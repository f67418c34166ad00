import { describe, expect, it } from 'vitest';
import { auditLog } from '../db/schema.js';
import { useTempDatabase } from '../testing/temp-database.js';
import { appendAudit } from './audit-log.js';

describe('audit trail', () => {
  const database = useTempDatabase();

  it('refuses to change or delete audit entries', async () => {
    const { db } = database;
    await appendAudit(db, { actor: 'lead@tiltwatch.example', action: 'test.entry', subject: 'nothing', reason: 'checking the trail' });
    const refused = { cause: expect.objectContaining({ message: expect.stringMatching(/audit_log is append-only/) }) };
    await expect(db.update(auditLog).set({ actor: 'someone else' })).rejects.toMatchObject(refused);
    await expect(db.delete(auditLog)).rejects.toMatchObject(refused);
    const rows = await db.select().from(auditLog);
    expect(rows).toEqual([expect.objectContaining({ actor: 'lead@tiltwatch.example', action: 'test.entry', reason: 'checking the trail' })]);
  });
});
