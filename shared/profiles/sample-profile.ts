import * as z from 'zod/mini';
import { PhysicsInputError } from '../physics/input-error.js';
import { sampleScales, type SampleParams } from '../physics/sample.js';
import { SPECIES } from '../physics/species.js';
import { imagingPlane } from '../physics/tof.js';

/** Most TOF times a profile lists: the live panel shows the first, the others are for records. */
export const MAX_TOF_TIMES = 4;

/**
 * |B| below which the field is taken as too weak to orient the dipoles, G, when a profile
 * does not set its own (`minOrientingFieldG`). Invented for the demo lab: the lead sets the
 * level the lab trusts for its sample (stray fields and gradients against the Zeeman energy).
 */
export const DEFAULT_MIN_ORIENTING_FIELD_G = 0.5;
/** Largest `minOrientingFieldG` accepted, G: above it no field the coils give would count. */
export const MAX_MIN_ORIENTING_FIELD_G = 20;

const numberOf = (what: string) => z.number({ error: `${what} must be a finite number` });
const vector3 = (what: string) => {
  const error = `${what} must be three finite numbers`;
  return z.tuple([z.number({ error }), z.number({ error }), z.number({ error })], { error });
};

/**
 * A sample profile: what the prediction needs to know about the gas in the trap (issue 3,
 * "Sample profiles"). Stored and versioned by the server; exactly one is active.
 *
 * Orientation — one source of truth. The prediction works in the trap frame of the profile,
 * and `trapToCoilEulerDeg` is what defines that frame: the coil-frame field
 * B_coil = K·I + B0 (the calibration's K and B0) is turned into the trap frame with this
 * profile's coilToTrap (trap-orientation.ts), never with the calibration's. The trap belongs
 * to the sample (rebuilding the optical trap makes a new profile version), the calibration to
 * the coils. The calibration's own coilToTrap only frames the displayed field angles; keep the
 * two equal (the demo data do), and read the prediction's own θ, φ where they may differ.
 *
 * Physical ranges (N > 0, positive trap frequencies, masses and moments, polarisation 0…1
 * and only for electric dipoles, perpendicular imaging vectors) are checked by the model
 * itself, so one rule lives in one place; its message names the key to fix.
 */
export const SampleProfile = z
  .strictObject({
    name: z.string({ error: 'name must be text' }).check(
      z.trim(),
      z.minLength(1, { error: 'name must not be empty' }),
      z.maxLength(120, { error: 'name must be at most 120 characters' }),
    ),
    species: z.union(
      [
        z.string(),
        z.strictObject({ massU: z.number(), magneticMomentMuB: z.number(), name: z.optional(z.string()) }),
        z.strictObject({ massU: z.number(), dipoleDebye: z.number(), name: z.optional(z.string()) }),
      ],
      {
        error: `species must be one of ${Object.keys(SPECIES).join(', ')}, {"massU", "magneticMomentMuB"} or {"massU", "dipoleDebye"} (numbers)`,
      },
    ),
    /** Molecules only: lab-frame fraction (0…1) of the body-frame dipole. */
    polarization: z.optional(numberOf('polarization (0…1)')),
    atomNumber: numberOf('atomNumber'),
    /** Trap frequencies along the trap axes x, y, z, Hz. */
    trapHz: vector3('trapHz (trap frequencies along the trap axes x, y, z in Hz)'),
    /**
     * Orientation of the trap axes in the coil frame: z-y-z Euler angles (α, β, γ) in degrees,
     * trapToCoil = Rz(α)·Ry(β)·Rz(γ). Omitted: the trap axes are the coil axes.
     */
    trapToCoilEulerDeg: z.optional(vector3('trapToCoilEulerDeg (z-y-z Euler angles α, β, γ in degrees)')),
    /** Ballistic expansion times, ms; the first one is shown live. */
    tofMs: z.array(numberOf('each tofMs entry').check(z.nonnegative({ error: 'each tofMs entry must be a time ≥ 0 in ms' })), {
      error: 'tofMs must be a list of times in ms',
    }).check(
      z.minLength(1, { error: 'tofMs must list at least one time in ms' }),
      z.maxLength(MAX_TOF_TIMES, { error: `tofMs must list at most ${MAX_TOF_TIMES} times` }),
    ),
    /**
     * |B| below which the prediction is shown as not applying (field too weak to orient the
     * dipoles), G; default `DEFAULT_MIN_ORIENTING_FIELD_G`.
     */
    minOrientingFieldG: z.optional(
      numberOf('minOrientingFieldG (G)').check(
        z.positive({ error: 'minOrientingFieldG must be a field above 0 G' }),
        z.lte(MAX_MIN_ORIENTING_FIELD_G, { error: `minOrientingFieldG must be at most ${MAX_MIN_ORIENTING_FIELD_G} G` }),
      ),
    ),
    /** Camera line of sight "x", "y", "z" or in-plane vectors u (horizontal) and v (vertical), trap frame. */
    imaging: z.union([z.enum(['x', 'y', 'z']), z.strictObject({ u: vector3('imaging.u'), v: vector3('imaging.v') })], {
      error: 'imaging must be "x", "y", "z" or {"u": [3 numbers], "v": [3 numbers]}',
    }),
  }, { error: 'a sample profile must be an object with name, species, atomNumber, trapHz, tofMs and imaging' })
  .check(
    z.superRefine((profile, ctx) => {
      for (const check of [() => sampleScales(sampleParamsOf(profile)), () => imagingPlane(profile.imaging)]) {
        try {
          check();
        } catch (err) {
          if (!(err instanceof PhysicsInputError)) throw err;
          ctx.addIssue({ code: 'custom', message: err.message, input: profile });
        }
      }
    }),
  );
export type SampleProfile = z.infer<typeof SampleProfile>;

/** The sample part of a profile, as the model takes it. */
export function sampleParamsOf(profile: SampleProfile): SampleParams {
  return { species: profile.species, atomNumber: profile.atomNumber, trapHz: profile.trapHz, polarization: profile.polarization };
}

/** Bad profile input; the message lists each problem as `key: what to fix`. */
export class SampleProfileError extends Error {
  override readonly name = 'SampleProfileError';
}

/** Validates untrusted input as a sample profile; throws SampleProfileError naming each key to fix. */
export function parseSampleProfile(value: unknown): SampleProfile {
  const result = SampleProfile.safeParse(value);
  if (result.success) return result.data;
  const problems = result.error.issues.map((issue) => {
    const text = issue.code === 'unrecognized_keys' ? `unknown key(s) ${issue.keys.join(', ')}` : issue.message;
    return issue.path.length > 0 ? `${issue.path.join('.')}: ${text}` : text;
  });
  throw new SampleProfileError(`sample profile: ${problems.join('; ')}`);
}
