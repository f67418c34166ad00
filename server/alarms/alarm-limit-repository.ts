/**
 * Storage of the alarm limits in force (`alarm_limits`). The demo set seeds every id the
 * table does not have yet, so a lead's edits survive restarts and new demo limits still
 * appear; every edit is written with its audit entry in one transaction.
 */
import { asc, eq } from 'drizzle-orm';
import { appendAudit } from '../audit/audit-log.js';
import type { Db } from '../db/database.js';
import { alarmLimits } from '../db/schema.js';
import { parseAlarmLimits, type AlarmLimit } from './alarm-limit.js';
import { DEMO_ALARM_LIMITS } from './demo-alarm-limits.js';

/** Actor of rows the server writes itself (the seed). */
const SYSTEM = 'system';

/**
 * Seeds the demo limits missing from the table and returns the whole stored set, validated.
 * Throws an Error naming the bad limit when a stored set no longer validates.
 */
export async function loadAlarmLimits(db: Db): Promise<AlarmLimit[]> {
  await db
    .insert(alarmLimits)
    .values(DEMO_ALARM_LIMITS.map((limit) => ({ id: limit.id, definition: limit, updatedBy: SYSTEM })))
    .onConflictDoNothing({ target: alarmLimits.id });
  const rows = await db.select().from(alarmLimits).orderBy(asc(alarmLimits.id));
  const byId = new Map(rows.map((r) => [r.id, r.definition]));
  // Demo order first (channel by channel, as the lead reads them), then any others.
  const ordered = [...DEMO_ALARM_LIMITS.map((l) => byId.get(l.id)), ...rows.filter((r) => !DEMO_ALARM_LIMITS.some((l) => l.id === r.id)).map((r) => r.definition)];
  try {
    return parseAlarmLimits(ordered.filter((l) => l !== undefined));
  } catch (error) {
    throw new Error(`The stored alarm limits (table alarm_limits) are not valid: ${(error as Error).message}`);
  }
}

/** Stores a lead's edit of one limit and its audit entry (old value, new value, reason) together. */
export async function saveAlarmLimit(db: Db, next: AlarmLimit, previous: AlarmLimit, actor: string, reason: string): Promise<void> {
  await db.transaction(async (tx) => {
    await tx.update(alarmLimits).set({ definition: next, updatedBy: actor, updatedAt: new Date() }).where(eq(alarmLimits.id, next.id));
    await appendAudit(tx, { actor, action: 'alarm-limit.update', subject: `alarm-limit:${next.id}`, oldValue: previous, newValue: next, reason });
  });
}
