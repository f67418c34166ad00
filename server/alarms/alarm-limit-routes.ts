/**
 * `GET /api/alarm-limits` (viewer) and `PUT /api/alarm-limits/:id` (lead): a lead edits one
 * limit's level, deadband, delays, priority, latching or rationale with a reason; the change
 * is validated against the whole set, stored with its audit entry (old value, new value,
 * reason), and the alarm keeps its state while the next evaluation applies the new level.
 */
import type { Db } from '../db/database.js';
import { HttpError } from '../http/http-error.js';
import type { RouteHandlers } from '../http/route-table.js';
import type { AlarmBook } from './alarm-book.js';
import { parseAlarmLimit, type AlarmLimit } from './alarm-limit.js';
import { saveAlarmLimit } from './alarm-limit-repository.js';
import { actorOf, httpErrorOf } from './alarm-routes.js';

const EDITABLE = ['level', 'limit', 'deadband', 'onDelayMs', 'offDelayMs', 'priority', 'latching', 'suppressDuringRamp', 'rationale'] as const;
const MAX_REASON_CHARS = 500;

export function alarmLimitHandlers(db: Db, book: AlarmBook): Pick<RouteHandlers, 'alarm-limits.list' | 'alarm-limits.update'> {
  return {
    'alarm-limits.list': (_req, res) => {
      res.json({ limits: book.limits() });
    },
    'alarm-limits.update': async (req, res) => {
      const id = String(req.params['id']);
      const previous = book.limits().find((l) => l.id === id);
      if (!previous) throw new HttpError(404, `no alarm limit with id "${id}"; GET /api/alarm-limits lists them`);
      const { reason, changes } = parseEdit(req.body);
      const next = applyEdit(previous, changes);
      try {
        book.updateLimit(next);
      } catch (error) {
        throw httpErrorOf(error);
      }
      const actor = actorOf(req);
      try {
        await saveAlarmLimit(db, next, previous, actor, reason);
      } catch (error) {
        book.updateLimit(previous);
        throw error;
      }
      res.json({ limit: next, previous });
    },
  };
}

/** Splits the body into the reason and the changed fields; 400 for anything else. */
function parseEdit(body: unknown): { reason: string; changes: Record<string, unknown> } {
  if (typeof body !== 'object' || body === null || Array.isArray(body)) {
    throw new HttpError(400, `send a JSON object with the fields to change (${EDITABLE.join(', ')}) and a reason`);
  }
  const { reason, ...changes } = body as Record<string, unknown>;
  const text = typeof reason === 'string' ? reason.trim() : '';
  if (text === '') throw new HttpError(400, 'reason is required: say why the limit changes (it goes into the audit trail)');
  if (text.length > MAX_REASON_CHARS) throw new HttpError(400, `reason must be at most ${MAX_REASON_CHARS} characters`);
  const unknown = Object.keys(changes).filter((k) => !(EDITABLE as readonly string[]).includes(k));
  if (unknown.length > 0) {
    throw new HttpError(400, `cannot change ${unknown.join(', ')}: id and channel identify the alarm; editable fields are ${EDITABLE.join(', ')}`);
  }
  if (Object.keys(changes).length === 0) throw new HttpError(400, `nothing to change: send at least one of ${EDITABLE.join(', ')}`);
  return { reason: text, changes };
}

/** The edited limit, validated; a partial `rationale` keeps the parts not sent. */
function applyEdit(previous: AlarmLimit, changes: Record<string, unknown>): AlarmLimit {
  const rationale = changes['rationale'];
  const merged = {
    ...previous,
    ...changes,
    rationale: typeof rationale === 'object' && rationale !== null && !Array.isArray(rationale) ? { ...previous.rationale, ...rationale } : (rationale ?? previous.rationale),
  };
  try {
    return parseAlarmLimit(merged);
  } catch (error) {
    throw new HttpError(400, (error as Error).message);
  }
}
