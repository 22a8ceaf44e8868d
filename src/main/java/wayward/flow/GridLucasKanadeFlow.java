package wayward.flow;
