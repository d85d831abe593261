"""Simulated device models (TOML): the filter a board implements and its imperfections.

`load_device_model(path)` reads and validates a device model file (DESIGN.md "Contract:
simulated device model") and returns a `DeviceModel`; `generate_lot` makes a production
lot of perturbed copies with serial numbers. `harness.backends.simulated.SimulatedBoard`
turns a `DeviceModel` into a board that plays and captures.

File format
-----------
::

    [device]
    id = "KA200-NOMINAL"          # required; a lot writes the serial number here
    model = "KA-200"              # optional: product/model name
    firmware = "1.4.2"            # optional
    manufacturer = "..."          # optional
    description = "..."           # optional free text
    note = "..."                  # optional free text (generate_lot records the spread here)

    [device.filter]               # exactly one of design, sos, zpk, ba
    design = { family = "butter", order = 6, cutoff_hz = 18000, btype = "lowpass",
               domain = "analog" }

    [device.imperfections]        # all optional; the defaults are an ideal board
    gain_error_db = 0.0

Filter forms (all frequencies in Hz unless said otherwise):

``design = {...}``
    ``family``: butter | cheby1 | cheby2 | ellip | bessel | linkwitz_riley | iirnotch |
    iirpeak. ``order`` (1..20; the band forms double it as scipy.signal does;
    linkwitz_riley: even, the square of a Butterworth of half the order). ``cutoff_hz``:
    a number, or ``[low, high]`` for ``btype`` bandpass | bandstop (``btype`` defaults to
    lowpass). ``domain``: analog | digital (required; iirnotch and iirpeak are digital
    only and default to it). ``rp_db`` pass-band ripple (cheby1, ellip), ``rs_db``
    stop-band attenuation (cheby2, ellip), ``q`` quality factor (iirnotch, iirpeak),
    ``norm`` (bessel: phase | delay | mag, scipy's default phase). A digital design may
    give ``sample_rate_hz``, the rate it was made for (default: the station rate).
``sos = [[b0, b1, b2, 1, a1, a2], ...]``
    Digital second-order sections; needs ``sample_rate_hz`` beside it in
    ``[device.filter]``. Rows with a0 != 1 are normalised.
``zpk = { z = [...], p = [...], k = ..., domain = "analog" | "digital" }``
    Zeros and poles as numbers or ``[re, im]`` pairs (complex ones in conjugate pairs).
    Analog: s-plane in rad/s (scipy.signal convention), at most as many zeros as poles,
    poles in the left half-plane. Digital: z-plane, poles inside the unit circle, and
    ``sample_rate_hz`` inside the table.
``ba = { b = [...], a = [...], domain = ..., sample_rate_hz = ... }``
    Transfer-function coefficients, highest power first (analog: powers of s in rad/s;
    digital: powers of z^-1, as scipy.signal.lfilter). Same rules as zpk.

Imperfections (`Imperfections` documents units): gain_error_db, input_noise_dbfs,
output_noise_dbfs, latency_samples, dc_offset, clock_offset_ppm, hum_hz, hum_dbfs,
clip_level, third_order_distortion, dropout_at_s, dropout_samples, fault, seed.
"""

from __future__ import annotations
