class ComplianceSession:
    """Measure units and check designs against profiles inside one test.

    Made by the ``compliance`` fixture. Records go into `out_dir` (the test's
    ``tmp_path / 'harness'``, or ``--harness-out DIR / <test name>``); every result is
    attached to the JUnit XML report as properties (see
    `ComplianceResult.junit_properties`) and listed in the terminal summary.

    Parameters
    ----------
    choice : StationChoice
    out_dir : Path or callable
        Where the records go (a callable is called once, on first use).
    base_dir : Path, optional
        The test file's folder: relative profile and board paths are looked up there first.
    serial : str, optional
        ``--harness-serial``: serial number of the unit on a real station.
    record : callable, optional
        ``record(name, value)`` for JUnit properties.
    on_result : callable, optional
        Called with every result (the plugin's terminal summary).
    """

    def __init__(self, choice: StationChoice, out_dir, *, base_dir: Path | None = None, serial: str | None = None,
                 record: Callable[[str, str], None] | None = None,
                 on_result: Callable[[ComplianceResult], None] | None = None):
        self.station = choice
        self._out_dir = out_dir
        self.base_dir = base_dir
        self.serial = serial
        self._record = record
        self._on_result = on_result
        self.results: list[ComplianceResult] = []

    @property
    def out_dir(self) -> Path:
        """Folder of this test's records (created on first use)."""
        if callable(self._out_dir):
            self._out_dir = Path(self._out_dir())
        p = Path(self._out_dir)
        p.mkdir(parents=True, exist_ok=True)
        return p

    # -- inputs -----------------------------------------------------------------------
    def profile(self, profile):
        """Load a profile (a path, or a loaded Profile). A bad file fails the test with
        the file, the key and the problem."""
        from harness.profile import Profile, load_profile

        if isinstance(profile, Profile):
            return profile
        path = _resolve(profile, self.base_dir)
        with clear_errors("harness: bad profile"):
            if not path.exists():
                raise ConfigError(str(path), None, "file not found" + (
                    f" (looked beside the test in {self.base_dir} and in the current folder)"
                    if self.base_dir and not Path(profile).is_absolute() else ""))
            return load_profile(path)

    def board(self, source=None, **kwargs):
        """A simulated board (see `make_board`); bad input fails the test clearly."""
        kwargs.setdefault("base_dir", self.base_dir)
        with clear_errors("harness: cannot build the simulated board"):
            return make_board(source, **kwargs)

    # -- measuring --------------------------------------------------------------------
    def measure(self, profile, board=None, *, serial: str | None = None, seed: int | None = None,
                unit: dict | None = None) -> ComplianceResult:
        """Measure one unit against `profile` and write its certificate.

        Parameters
        ----------
        profile : str, Path or harness.profile.Profile
        board : DeviceModel or anything `make_board` takes, optional
            The simulated unit. On the built-in simulated station it is required; on a
            simulated station file it replaces the file's device model; on real
            hardware it is ignored (the unit on the bench is measured).
        serial : str, optional
            Serial number for the certificate (default: ``--harness-serial``, else the
            board's id).
        seed : int, optional
            Seed of the simulated board's noise.
        unit : dict, optional
            Extra unit facts for the certificate (``model``, ``firmware``).

        Returns
        -------
        ComplianceResult
            Whatever the verdict; call ``.assert_compliant()`` (or `assert_compliant`)
            to fail the test unless it passed.
        """
        from harness.device import DeviceModel

        prof = self.profile(profile)
        model = None
        notes: list[str] = []
        choice = self.station
        if board is not None and not isinstance(board, DeviceModel):
            model = self.board(board)
        else:
            model = board
        if choice.hardware:
            if model is not None:
                notes.append(f"simulated board {model.id} not used: measured the unit on {choice.station.id}")
            model = None
        elif model is None and not choice.given:
            pytest.fail("harness: nothing to measure: on the built-in simulated station pass a board, e.g. "
                        "compliance.measure(profile, board=simulated_board('coeffs.json')), or run pytest with "
                        "--harness-station FILE", pytrace=False)
        with clear_errors(f"harness: cannot measure against profile {prof.id}"):
            station = choice.for_profile(prof, model)
            cal = cal_info = None
            if choice.given:
                from harness.calibration import load_calibration

                cal, cal_info = load_calibration(station)
            from harness.measure import make_backend, measure_unit

            backend = make_backend(station, device=model, seed=seed)
            try:
                ident = {}
                try:
                    ident = backend.identity() or {}
                except Exception:  # identity is informative only
                    ident = {}
                if model is not None:
                    ident = {"model": model.model or "simulated board", "firmware": model.firmware}
                sn = serial or self.serial or (model.id if model is not None else None) or f"{station.id}-unit"
                unit_doc = {"model": ident.get("model"), "firmware": ident.get("firmware")}
                unit_doc.update(unit or {})
                res = measure_unit(prof, station, sn, backend=backend, out_dir=self.out_dir, unit=unit_doc,
                                   calibration=cal, calibration_info=cal_info,
                                   plan=stimulus_plan(prof, station.sample_rate_hz))
            finally:
                try:
                    backend.close()
                except Exception:
                    pass
        plot = None
        if res.verdict != "pass" and res.json_path is not None:
            plot = self._write_plot(lambda: _measurement_png(prof, res), res.json_path)
        where = (f"{station.id} ({station.backend}, {station.sample_rate_hz:g} Hz"
                 + (", built-in" if not choice.given else f", {choice.path}") + ")")
        if model is not None:
            where += f"; simulated board {model.id}" + (f" from {model.source}" if model.source else "")
        result = ComplianceResult.from_certificate(res.certificate, json_path=res.json_path, html_path=res.html_path,
                                                   plot_path=plot, raw_path=res.raw_path, station=where,
                                                   notes=notes, details=res)
        return self._finish(result)

    def check_design(self, profile, design, *, quantize: str | None = None, points: int = 4000) -> ComplianceResult:
        """Check a filter design against `profile` without hardware: its exact response,
        evaluated on a certified dense grid (harness.design.evaluate_design).

        Parameters
        ----------
        profile : str, Path or Profile
        design : coefficient file, device model file, filter dict, FilterDesign or DeviceModel
        quantize : str, optional
            ``"Qm.n"``: judge the design with its coefficients rounded to this
            fixed-point format (what the firmware runs); the float design is not judged.
        points : int
            Base grid size (see evaluate_design).

        Returns
        -------
        ComplianceResult
            ``kind='design'``; its margins are exact (no measurement uncertainty).
        """
        from harness.design import FilterDesign, check_compatible, evaluate_design, load_coefficients, quantize_design

        prof = self.profile(profile)
        fs = prof.sample_rate_hz if prof.digital else None
        with clear_errors(f"harness: cannot check the design against profile {prof.id}"):
            if isinstance(design, (str, Path)) and _resolve(design, self.base_dir).suffix.lower() in _COEFF_EXTS:
                d = load_coefficients(_resolve(design, self.base_dir), default_sample_rate_hz=fs)
            elif isinstance(design, FilterDesign):
                d = design
            else:
                board = make_board(design, base_dir=self.base_dir)
                d = design_from_board(board, fs)
            check_compatible(d, prof.mask, profile_id=prof.id, profile_path=prof.path)
            notes = list(d.notes) + list(d.warnings)
            qrep = None
            name = d.id or (Path(d.source).stem if d.source else "design")
            if quantize is not None:
                d, qrep = quantize_design(d, quantize, key="quantize")
                name = f"{name}-{qrep.qformat.spec}"
                notes.append(f"judged with coefficients rounded to {qrep.qformat.spec} ({qrep.qformat.word_bits}-bit): "
                             f"largest coefficient error {qrep.max_abs_error:.3g}, largest pole shift "
                             f"{qrep.max_pole_shift:.3g}" + ("" if qrep.stable else "; NOT STABLE"))
            res = evaluate_design(d, prof.mask, points=points)
        result = _design_result(prof, d, res, name, qrep, notes)
        doc = json.dumps(result.certificate, indent=1, sort_keys=True, allow_nan=False, default=str).encode("utf-8")
        from harness.certificate import safe_name, write_unique

        result.certificate_path = write_unique(self.out_dir, safe_name(f"{name}-design-check"), ".json", doc)
        if not result.passed:
            result.plot_path = self._write_plot(lambda: _design_png(prof, res, name, result.verdict),
                                                result.certificate_path)
        return self._finish(result)

    # -- bookkeeping ------------------------------------------------------------------
    def _write_plot(self, make_png: Callable[[], bytes], beside: Path) -> Path | None:
        from harness.certificate import write_unique

        try:
            png = make_png()
        except Exception:  # the plot is a convenience: never lose a verdict over it
            return None
        if not png:
            return None
        return write_unique(beside.parent, beside.stem, ".png", png)

    def _finish(self, result: ComplianceResult) -> ComplianceResult:
        self.results.append(result)
        if self._record is not None:
            for name, value in result.junit_properties():
                self._record(name, value)
        if self._on_result is not None:
            self._on_result(result)
        return result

- - - -

▶ _Requirement_
Within the material above, transcribe exactly the lines that run from the line holding "return issue.path.length >" through the line holding "then any others.".

▶ _Answer section_
    return issue.path.length > 0 ? `${issue.path.join('.')}: ${text}` : text;
  });
  throw new SampleProfileError(`sample profile: ${problems.join('; ')}`);
}
repository f67418c34166ad00
filename server/alarms/alarm-limit-repository.ts
/**
 * Storage of the alarm limits in force (`alarm_limits`). The demo set seeds every id the
 * table does not have yet, so a lead's edits survive restarts and new demo limits still
 * appear; every edit is written with its audit entry in one transaction.
 */
import { asc, eq } from 'drizzle-orm';
import { appendAudit } from '../audit/audit-log.js';
import type { Db } from '../db/database.js';
import { alarmLimits } from '../db/schema.js';
import { parseAlarmLimits, type AlarmLimit } from './alarm-limit.js';
import { DEMO_ALARM_LIMITS } from './demo-alarm-limits.js';

/** Actor of rows the server writes itself (the seed). */
const SYSTEM = 'system';

/**
 * Seeds the demo limits missing from the table and returns the whole stored set, validated.
 * Throws an Error naming the bad limit when a stored set no longer validates.
 */
export async function loadAlarmLimits(db: Db): Promise<AlarmLimit[]> {
  await db
    .insert(alarmLimits)
    .values(DEMO_ALARM_LIMITS.map((limit) => ({ id: limit.id, definition: limit, updatedBy: SYSTEM })))
    .onConflictDoNothing({ target: alarmLimits.id });
  const rows = await db.select().from(alarmLimits).orderBy(asc(alarmLimits.id));
  const byId = new Map(rows.map((r) => [r.id, r.definition]));
  // Demo order first (channel by channel, as the lead reads them), then any others.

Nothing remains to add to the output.